## DIRECTIONS
In the following material, identify every line holding the string "samples" and return it.

━━━━━ THE DATA ━━━━━

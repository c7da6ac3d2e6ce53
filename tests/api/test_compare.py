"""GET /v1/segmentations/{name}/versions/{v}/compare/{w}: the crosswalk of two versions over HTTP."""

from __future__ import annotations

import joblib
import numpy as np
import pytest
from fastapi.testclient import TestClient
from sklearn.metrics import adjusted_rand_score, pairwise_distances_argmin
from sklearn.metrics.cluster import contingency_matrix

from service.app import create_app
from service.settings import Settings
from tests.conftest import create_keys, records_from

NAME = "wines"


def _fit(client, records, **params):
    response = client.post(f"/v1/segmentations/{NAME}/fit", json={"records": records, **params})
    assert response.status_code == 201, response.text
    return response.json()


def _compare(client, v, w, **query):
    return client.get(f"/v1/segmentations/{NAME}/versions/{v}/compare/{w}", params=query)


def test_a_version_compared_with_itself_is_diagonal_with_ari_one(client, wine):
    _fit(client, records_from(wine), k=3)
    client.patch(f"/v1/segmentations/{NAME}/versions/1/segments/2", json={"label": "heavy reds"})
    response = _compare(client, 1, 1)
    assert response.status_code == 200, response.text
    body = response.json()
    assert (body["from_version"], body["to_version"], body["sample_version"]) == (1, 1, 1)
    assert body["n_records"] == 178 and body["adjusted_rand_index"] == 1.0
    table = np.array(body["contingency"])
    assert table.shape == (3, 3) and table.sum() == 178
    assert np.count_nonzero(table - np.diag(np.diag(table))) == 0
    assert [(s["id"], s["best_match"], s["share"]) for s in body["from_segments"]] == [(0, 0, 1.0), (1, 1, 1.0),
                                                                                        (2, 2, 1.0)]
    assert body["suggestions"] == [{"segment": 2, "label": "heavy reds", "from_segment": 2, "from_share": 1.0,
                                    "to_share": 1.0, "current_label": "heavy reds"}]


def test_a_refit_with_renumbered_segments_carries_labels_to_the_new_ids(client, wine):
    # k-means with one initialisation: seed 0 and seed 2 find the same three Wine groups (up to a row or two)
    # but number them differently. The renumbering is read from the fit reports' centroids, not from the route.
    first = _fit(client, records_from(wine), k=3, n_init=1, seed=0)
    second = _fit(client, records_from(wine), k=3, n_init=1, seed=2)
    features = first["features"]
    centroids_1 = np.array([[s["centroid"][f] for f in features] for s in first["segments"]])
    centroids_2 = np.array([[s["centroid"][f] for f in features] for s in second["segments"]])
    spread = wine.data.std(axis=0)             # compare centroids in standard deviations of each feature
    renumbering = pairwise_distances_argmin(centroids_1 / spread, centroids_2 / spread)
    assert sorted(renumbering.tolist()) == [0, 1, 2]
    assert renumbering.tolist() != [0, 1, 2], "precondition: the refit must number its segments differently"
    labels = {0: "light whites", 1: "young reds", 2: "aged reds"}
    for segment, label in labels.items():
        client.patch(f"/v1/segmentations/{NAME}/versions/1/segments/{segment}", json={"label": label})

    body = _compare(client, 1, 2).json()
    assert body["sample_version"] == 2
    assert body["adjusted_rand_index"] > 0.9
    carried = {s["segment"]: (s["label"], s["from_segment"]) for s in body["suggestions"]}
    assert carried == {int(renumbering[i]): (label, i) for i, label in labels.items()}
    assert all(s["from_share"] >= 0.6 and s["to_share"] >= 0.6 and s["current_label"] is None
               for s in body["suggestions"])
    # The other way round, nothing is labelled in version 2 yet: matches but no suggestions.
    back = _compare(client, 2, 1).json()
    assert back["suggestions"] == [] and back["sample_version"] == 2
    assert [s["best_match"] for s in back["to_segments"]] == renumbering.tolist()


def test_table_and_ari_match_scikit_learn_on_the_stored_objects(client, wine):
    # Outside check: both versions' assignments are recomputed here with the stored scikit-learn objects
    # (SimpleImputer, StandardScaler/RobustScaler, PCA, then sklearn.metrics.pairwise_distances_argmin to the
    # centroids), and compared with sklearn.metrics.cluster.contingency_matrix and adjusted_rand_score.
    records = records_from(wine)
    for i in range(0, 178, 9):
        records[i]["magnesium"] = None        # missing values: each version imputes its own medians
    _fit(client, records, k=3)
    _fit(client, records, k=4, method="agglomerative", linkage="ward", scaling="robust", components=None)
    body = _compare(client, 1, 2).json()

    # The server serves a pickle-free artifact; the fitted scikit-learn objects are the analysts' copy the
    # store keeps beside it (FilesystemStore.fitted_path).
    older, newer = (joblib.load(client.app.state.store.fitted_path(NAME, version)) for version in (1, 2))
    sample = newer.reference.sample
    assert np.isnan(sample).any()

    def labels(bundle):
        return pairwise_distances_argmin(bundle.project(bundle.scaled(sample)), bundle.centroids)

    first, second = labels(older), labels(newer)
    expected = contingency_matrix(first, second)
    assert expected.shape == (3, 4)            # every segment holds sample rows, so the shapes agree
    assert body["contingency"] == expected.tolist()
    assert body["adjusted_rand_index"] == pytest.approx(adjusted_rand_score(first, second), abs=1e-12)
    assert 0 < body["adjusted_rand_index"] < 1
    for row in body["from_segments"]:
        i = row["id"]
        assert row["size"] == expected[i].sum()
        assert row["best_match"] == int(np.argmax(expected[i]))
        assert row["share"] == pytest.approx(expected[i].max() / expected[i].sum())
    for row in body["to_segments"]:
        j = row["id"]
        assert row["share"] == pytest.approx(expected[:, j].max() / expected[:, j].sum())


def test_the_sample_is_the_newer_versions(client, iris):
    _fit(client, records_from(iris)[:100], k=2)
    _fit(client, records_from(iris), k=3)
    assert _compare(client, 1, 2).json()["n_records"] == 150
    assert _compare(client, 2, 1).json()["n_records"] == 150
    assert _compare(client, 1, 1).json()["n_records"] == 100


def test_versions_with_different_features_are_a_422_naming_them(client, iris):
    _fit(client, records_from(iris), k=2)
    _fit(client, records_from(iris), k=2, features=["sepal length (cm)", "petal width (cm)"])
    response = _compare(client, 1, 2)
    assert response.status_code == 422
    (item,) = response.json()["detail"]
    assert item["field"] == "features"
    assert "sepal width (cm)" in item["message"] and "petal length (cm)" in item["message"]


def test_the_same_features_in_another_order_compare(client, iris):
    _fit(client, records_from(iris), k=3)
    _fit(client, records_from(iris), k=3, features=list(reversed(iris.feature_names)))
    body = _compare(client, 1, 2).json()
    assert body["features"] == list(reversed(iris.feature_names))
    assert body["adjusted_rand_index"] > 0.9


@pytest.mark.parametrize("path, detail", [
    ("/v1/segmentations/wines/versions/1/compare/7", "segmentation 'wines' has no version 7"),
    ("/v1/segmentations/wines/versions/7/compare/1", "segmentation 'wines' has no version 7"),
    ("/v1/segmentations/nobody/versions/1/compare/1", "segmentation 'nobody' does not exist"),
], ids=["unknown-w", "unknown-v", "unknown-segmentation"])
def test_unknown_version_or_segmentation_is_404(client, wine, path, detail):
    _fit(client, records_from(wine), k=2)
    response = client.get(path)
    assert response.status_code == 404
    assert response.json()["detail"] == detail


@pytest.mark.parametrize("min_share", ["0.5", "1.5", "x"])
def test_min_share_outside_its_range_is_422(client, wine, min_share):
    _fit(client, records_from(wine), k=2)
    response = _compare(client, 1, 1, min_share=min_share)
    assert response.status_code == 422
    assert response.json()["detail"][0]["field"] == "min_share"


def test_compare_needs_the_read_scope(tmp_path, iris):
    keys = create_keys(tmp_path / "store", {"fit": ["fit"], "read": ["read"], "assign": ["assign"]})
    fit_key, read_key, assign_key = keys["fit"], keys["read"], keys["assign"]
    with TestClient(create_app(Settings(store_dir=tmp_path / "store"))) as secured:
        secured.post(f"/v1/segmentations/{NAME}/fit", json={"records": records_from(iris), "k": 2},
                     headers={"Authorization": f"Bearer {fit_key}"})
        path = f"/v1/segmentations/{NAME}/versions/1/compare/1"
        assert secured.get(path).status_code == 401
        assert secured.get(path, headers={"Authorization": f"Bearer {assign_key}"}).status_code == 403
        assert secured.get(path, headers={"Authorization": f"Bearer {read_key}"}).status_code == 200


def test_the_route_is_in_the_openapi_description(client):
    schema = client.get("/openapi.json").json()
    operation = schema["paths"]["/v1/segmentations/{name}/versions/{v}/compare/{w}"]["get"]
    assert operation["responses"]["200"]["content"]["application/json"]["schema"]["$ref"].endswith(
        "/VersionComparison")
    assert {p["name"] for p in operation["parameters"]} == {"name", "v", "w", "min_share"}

━━━━━
━━━━━ THE DATA ━━━━━

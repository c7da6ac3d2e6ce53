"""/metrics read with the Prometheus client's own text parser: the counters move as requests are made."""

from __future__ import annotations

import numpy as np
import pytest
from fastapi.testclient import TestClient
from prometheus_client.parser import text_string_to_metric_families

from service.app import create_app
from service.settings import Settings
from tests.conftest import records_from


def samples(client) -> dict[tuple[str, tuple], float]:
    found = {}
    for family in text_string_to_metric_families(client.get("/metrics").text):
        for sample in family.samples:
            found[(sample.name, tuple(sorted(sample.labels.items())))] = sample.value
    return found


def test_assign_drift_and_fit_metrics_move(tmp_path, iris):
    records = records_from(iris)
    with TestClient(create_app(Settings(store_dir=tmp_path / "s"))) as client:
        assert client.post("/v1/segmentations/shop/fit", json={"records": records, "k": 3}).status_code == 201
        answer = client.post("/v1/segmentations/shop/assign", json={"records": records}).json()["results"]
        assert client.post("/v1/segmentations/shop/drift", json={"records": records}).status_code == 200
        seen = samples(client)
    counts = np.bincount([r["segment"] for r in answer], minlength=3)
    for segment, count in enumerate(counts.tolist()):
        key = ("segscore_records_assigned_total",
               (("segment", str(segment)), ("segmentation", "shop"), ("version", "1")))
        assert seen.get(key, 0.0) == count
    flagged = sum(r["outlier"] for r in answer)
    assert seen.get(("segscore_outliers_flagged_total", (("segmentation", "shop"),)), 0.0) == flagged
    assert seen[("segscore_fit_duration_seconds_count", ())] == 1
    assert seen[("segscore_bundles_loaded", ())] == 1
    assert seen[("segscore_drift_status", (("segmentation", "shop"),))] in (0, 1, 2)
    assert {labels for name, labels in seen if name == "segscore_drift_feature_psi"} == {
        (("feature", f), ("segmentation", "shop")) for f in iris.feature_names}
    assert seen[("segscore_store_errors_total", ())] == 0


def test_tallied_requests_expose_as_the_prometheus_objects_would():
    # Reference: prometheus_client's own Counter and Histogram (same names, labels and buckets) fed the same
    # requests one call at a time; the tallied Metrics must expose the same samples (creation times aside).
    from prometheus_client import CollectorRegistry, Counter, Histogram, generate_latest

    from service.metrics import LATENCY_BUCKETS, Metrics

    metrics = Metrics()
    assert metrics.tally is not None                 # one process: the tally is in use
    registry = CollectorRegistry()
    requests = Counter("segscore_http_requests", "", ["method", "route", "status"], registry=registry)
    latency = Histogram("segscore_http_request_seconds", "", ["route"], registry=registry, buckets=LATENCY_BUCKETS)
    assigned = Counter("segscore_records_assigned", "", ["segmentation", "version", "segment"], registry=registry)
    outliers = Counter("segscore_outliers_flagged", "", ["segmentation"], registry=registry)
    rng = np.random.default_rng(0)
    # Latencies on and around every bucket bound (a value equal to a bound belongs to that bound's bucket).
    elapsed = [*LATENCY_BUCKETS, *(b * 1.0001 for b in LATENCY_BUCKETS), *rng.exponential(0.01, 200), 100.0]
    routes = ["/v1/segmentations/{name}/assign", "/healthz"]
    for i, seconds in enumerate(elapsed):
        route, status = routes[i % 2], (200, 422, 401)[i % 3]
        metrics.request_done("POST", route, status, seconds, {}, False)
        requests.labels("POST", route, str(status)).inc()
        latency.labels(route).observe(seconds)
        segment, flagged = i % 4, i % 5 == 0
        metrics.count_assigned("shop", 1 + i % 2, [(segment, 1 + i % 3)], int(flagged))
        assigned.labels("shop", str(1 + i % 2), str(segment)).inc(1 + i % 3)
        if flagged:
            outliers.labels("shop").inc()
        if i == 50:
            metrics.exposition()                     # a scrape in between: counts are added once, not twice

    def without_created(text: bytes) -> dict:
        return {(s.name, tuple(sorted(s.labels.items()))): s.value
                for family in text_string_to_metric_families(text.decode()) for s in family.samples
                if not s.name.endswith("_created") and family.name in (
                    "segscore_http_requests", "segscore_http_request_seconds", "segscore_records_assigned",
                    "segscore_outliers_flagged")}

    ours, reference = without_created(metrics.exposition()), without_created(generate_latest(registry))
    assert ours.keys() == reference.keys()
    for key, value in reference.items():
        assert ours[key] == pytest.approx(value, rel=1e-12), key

━━━━━

## SOLUTION
def samples(client) -> dict[tuple[str, tuple], float]:
        for sample in family.samples:
        seen = samples(client)
    # requests one call at a time; the tallied Metrics must expose the same samples (creation times aside).
                for family in text_string_to_metric_families(text.decode()) for s in family.samples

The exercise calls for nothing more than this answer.